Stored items
+++++

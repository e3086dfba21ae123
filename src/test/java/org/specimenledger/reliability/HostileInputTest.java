package org.specimenledger.reliability;

import static org.assertj.core.api.Assertions.assertThat;

import java.lang.reflect.Type;
import java.net.URLEncoder;
import java.nio.charset.StandardCharsets;
import java.util.ArrayList;
import java.util.LinkedHashMap;
import java.util.List;
import java.util.Map;
import java.util.Random;
import java.util.UUID;
import java.util.function.Supplier;
import javax.sql.DataSource;
import org.junit.jupiter.api.Test;
import org.specimenledger.specimens.SpecimenFixtures;
import org.specimenledger.testing.ReliabilityBench;
import org.specimenledger.testsupport.IntegrationTest;
import org.specimenledger.testsupport.TestAccounts;
import org.springframework.beans.factory.annotation.Autowired;
import org.springframework.core.MethodParameter;
import org.springframework.web.bind.annotation.PathVariable;
import org.springframework.web.bind.annotation.RequestBody;
import org.springframework.web.bind.annotation.RequestParam;
import tools.jackson.databind.JsonNode;
import tools.jackson.databind.node.ArrayNode;
import tools.jackson.databind.node.JsonNodeFactory;
import tools.jackson.databind.node.ObjectNode;
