package org.specimenledger.reliability;

import java.util.Set;

/**
 * How a spreadsheet takes a CSV cell: one that starts with {@code = + - @}, a tab, a carriage return or a line
 * feed — also after leading spaces, and with the full-width forms of those signs — is read as a formula [CP:
 * OWASP's page on CSV injection lists = + - @ tab and CR; the line feed, the leading spaces and the full-width
 * signs are known ways past a filter that looks at the first character only]. A plain number ({@code -2.5}) is a
 * number, not a formula.
 */
public final class CsvCells {

    private static final Set<Integer> FORMULA_START = Set.of((int) '=', (int) '+', (int) '-', (int) '@',
            0xFF1D, 0xFF0B, 0xFF0D, 0xFF20);

    private CsvCells() {
    }

    /** Whether a spreadsheet would evaluate the cell as read back from the file. */
    public static boolean evaluated(String cell) {
        return startsLikeFormula(cell) && !cell.matches("[-+]?[0-9]+(\\.[0-9]+)?([eE][-+]?[0-9]+)?");
    }

    /**
     * What the export must hold for a typed text: the text, with an apostrophe in front when it starts like a
     * formula (a typed mark that happens to be a number, {@code -2.5}, gets one too: it is a mark, not a value).
     */
    public static String expected(String typed) {
        return startsLikeFormula(typed) ? "'" + typed : typed;
    }

    private static boolean startsLikeFormula(String cell) {
        if (cell.isEmpty()) {
            return false;
        }
        char first = cell.charAt(0);
        if (first == '\t' || first == '\r' || first == '\n') {
            return true;
        }
        String rest = cell.stripLeading();
        return !rest.isEmpty() && FORMULA_START.contains(rest.codePointAt(0));
    }
}
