package org.specimenledger.testsupport;

import java.math.BigDecimal;
import java.time.LocalDate;
import java.time.OffsetDateTime;
import java.time.ZoneOffset;
import java.util.HashMap;
import java.util.Map;

/**
 * The one test-run registration body the tests of several packages send: a tensile test by ISO 6892-1 method A1
 * on the 100 kN range, at 21.5 °C, yesterday (UTC) at 10:00 +01:00. Each caller adds or replaces what it is about.
 */
public final class TestRunBodies {

    private TestRunBodies() {
    }

    /** A mutable registration body for a specimen on a machine, its force transducer and an extensometer. */
    public static Map<String, Object> registration(String specimenId, String machineId, String transducerId,
            String extensometerId) {
        Map<String, Object> m = new HashMap<>();
        m.put("specimenId", specimenId);
        m.put("machineId", machineId);
        m.put("forceTransducerId", transducerId);
        m.put("forceRangeN", 100000);
        m.put("extensometerId", extensometerId);
        m.put("testedAt", testedAt().toString());
        m.put("temperatureC", new BigDecimal("21.5"));
        m.put("standard", "ISO_6892_1");
        m.put("method", "A1");
        m.put("standardReference", "ISO 6892-1:2019");
        m.put("nominalStrainRatePerS", new BigDecimal("0.00025"));
        m.put("mode", "TENSILE");
        return m;
    }

    /** Yesterday (UTC) at 10:00 +01:00: inside every calibration the fixtures record (two months ago to months ahead). */
    public static OffsetDateTime testedAt() {
        return LocalDate.now(ZoneOffset.UTC).minusDays(1).atTime(10, 0).atOffset(ZoneOffset.ofHours(1));
    }
}
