package org.specimenledger.reliability;

import java.util.ArrayList;
import java.util.List;
import java.util.Locale;
import org.jsoup.Jsoup;
import org.jsoup.nodes.Attribute;
import org.jsoup.nodes.Document;
import org.jsoup.nodes.Element;
import org.jsoup.nodes.TextNode;
import org.specimenledger.system.SecurityHeaders;

/**
 * Judges a page that shows text someone typed, the way a browser would build it: the HTML is parsed with jsoup
 * (an HTML5 parser) and the tree, not the source, is inspected. A page passes when the text arrives as a text
 * node, character for character; when nothing in the tree was made from it (no element the text would create as
 * markup, no {@code on…} event attribute, no {@code javascript:} URL, no inline script holding it); when the
 * source never carries it with its {@code <} unescaped; and when the answer has the pages' content security
 * policy and {@code nosniff}.
 */
final class PageChecks {

    /** URL schemes that run code or render markup when followed [CP: the usual XSS filter lists]. */
    private static final List<String> ACTIVE_SCHEMES = List.of("javascript:", "vbscript:", "data:text/html");

    /** Attributes a browser follows or loads as a URL (an input's value holding "javascript:" is only text). */
    private static final List<String> URL_ATTRIBUTES = List.of("href", "src", "action", "formaction", "xlink:href",
            "data", "poster", "background", "cite", "srcset");

    private PageChecks() {
    }

    /** Headers every page answer must carry, whatever it shows. Empty when fine. */
    static List<String> headerProblems(PageVisitor.Page page) {
        List<String> out = new ArrayList<>();
        String type = page.header("Content-Type");
        if (type == null || !type.toLowerCase(Locale.ROOT).startsWith("text/html")) {
            out.add(page + ": served as '" + type + "'");
        }
        String csp = page.header("Content-Security-Policy");
        if (csp == null) {
            out.add(page + ": no Content-Security-Policy header");
        } else if (!csp.equals(SecurityHeaders.PAGE_POLICY)) {
            out.add(page + ": Content-Security-Policy is '" + csp + "', not the pages' policy");
        }
        if (!"nosniff".equals(page.header("X-Content-Type-Options"))) {
            out.add(page + ": no X-Content-Type-Options: nosniff");
        }
        return out;
    }

    /**
     * Every problem of {@code page} with {@code text} (as stored) on it; {@code shown} when the page is one that
     * prints the field, so the text must be found there as a text node.
     */
    static List<String> problems(PageVisitor.Page page, String text, boolean shown) {
        List<String> out = new ArrayList<>();
        if (page.status() != 200) {
            out.add(page + ": answered " + page.status());
            return out;
        }
        out.addAll(headerProblems(page));
        out.addAll(treeProblems(page, Jsoup.parse(page.html()), text, shown));
        return out;
    }

    /** The same without the header checks, on a tree parsed once for many texts. */
    static List<String> treeProblems(PageVisitor.Page page, Document doc, String text, boolean shown) {
        List<String> out = new ArrayList<>();
        String label = page + " with " + HostileInputTest.describe(text);
        if (text.indexOf('<') >= 0 && page.html().contains(text)) {
            out.add(label + ": the source holds the text with its '<' unescaped");
        }
        for (Element e : doc.getAllElements()) {
            for (Attribute a : e.attributes()) {
                if (a.getKey().toLowerCase(Locale.ROOT).startsWith("on")) {
                    out.add(label + ": <" + e.tagName() + "> has an event attribute " + a.getKey());
                }
                String value = a.getValue().replaceAll("[\\s\\p{Cntrl}]", "").toLowerCase(Locale.ROOT);
                for (String scheme : ACTIVE_SCHEMES) {
                    if (URL_ATTRIBUTES.contains(a.getKey().toLowerCase(Locale.ROOT)) && value.startsWith(scheme)) {
                        out.add(label + ": <" + e.tagName() + " " + a.getKey() + "> is a " + scheme + " URL");
                    }
                }
            }
            if (e.tagName().equals("script")) {
                if (!e.hasAttr("src")) {
                    out.add(label + ": an inline script" + (e.data().contains(text) ? " holding the text" : ""));
                } else if (!e.attr("src").startsWith("/assets/")) {
                    out.add(label + ": a script from " + e.attr("src"));
                }
            }
        }
        for (Element made : elementsMadeBy(text)) {
            for (Element e : doc.getElementsByTag(made.tagName())) {
                if (e.attributes().equals(made.attributes()) && e.data().equals(made.data())
                        && (made.attributesSize() > 0 || !made.data().isEmpty())) {
                    out.add(label + ": the page has an element made from the text: " + e.outerHtml());
                }
            }
        }
        if (shown && !hasTextNode(doc, text)) {
            out.add(label + ": the text is not on the page as text");
        }
        return out;
    }

    /** The elements a browser would make from {@code text} if it were pasted into a page unescaped. */
    private static List<Element> elementsMadeBy(String text) {
        Element body = Jsoup.parseBodyFragment(text).body();
        List<Element> out = new ArrayList<>(body.getAllElements());
        out.remove(body);
        return out;
    }

    /**
     * Whether a text node holds {@code text}. Line ends are compared as the HTML parser leaves them: it turns
     * CR LF and a lone CR into LF before tokenising [S: WHATWG HTML, "preprocessing the input stream"].
     */
    static boolean hasTextNode(Document doc, String text) {
        String wanted = lineEnds(text);
        for (Element e : doc.getAllElements()) {
            for (TextNode t : e.textNodes()) {
                if (lineEnds(t.getWholeText()).contains(wanted)) {
                    return true;
                }
            }
        }
        return false;
    }

    private static String lineEnds(String s) {
        return s.replace("\r\n", "\n").replace('\r', '\n');
    }
}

+++++

▶ **Exercise objective**:
From the entries above, print the lines beginning at the one with "import java.util.Locale;" and stopping after the one with "filter lists]. */", exactly as written and with nothing else.

▶ **Task response**:
import java.util.Locale;
import org.jsoup.Jsoup;
import org.jsoup.nodes.Attribute;
import org.jsoup.nodes.Document;
import org.jsoup.nodes.Element;
import org.jsoup.nodes.TextNode;
import org.specimenledger.system.SecurityHeaders;

/**
 * Judges a page that shows text someone typed, the way a browser would build it: the HTML is parsed with jsoup
 * (an HTML5 parser) and the tree, not the source, is inspected. A page passes when the text arrives as a text
 * node, character for character; when nothing in the tree was made from it (no element the text would create as
 * markup, no {@code on…} event attribute, no {@code javascript:} URL, no inline script holding it); when the
 * source never carries it with its {@code <} unescaped; and when the answer has the pages' content security
 * policy and {@code nosniff}.
 */
final class PageChecks {

    /** URL schemes that run code or render markup when followed [CP: the usual XSS filter lists]. */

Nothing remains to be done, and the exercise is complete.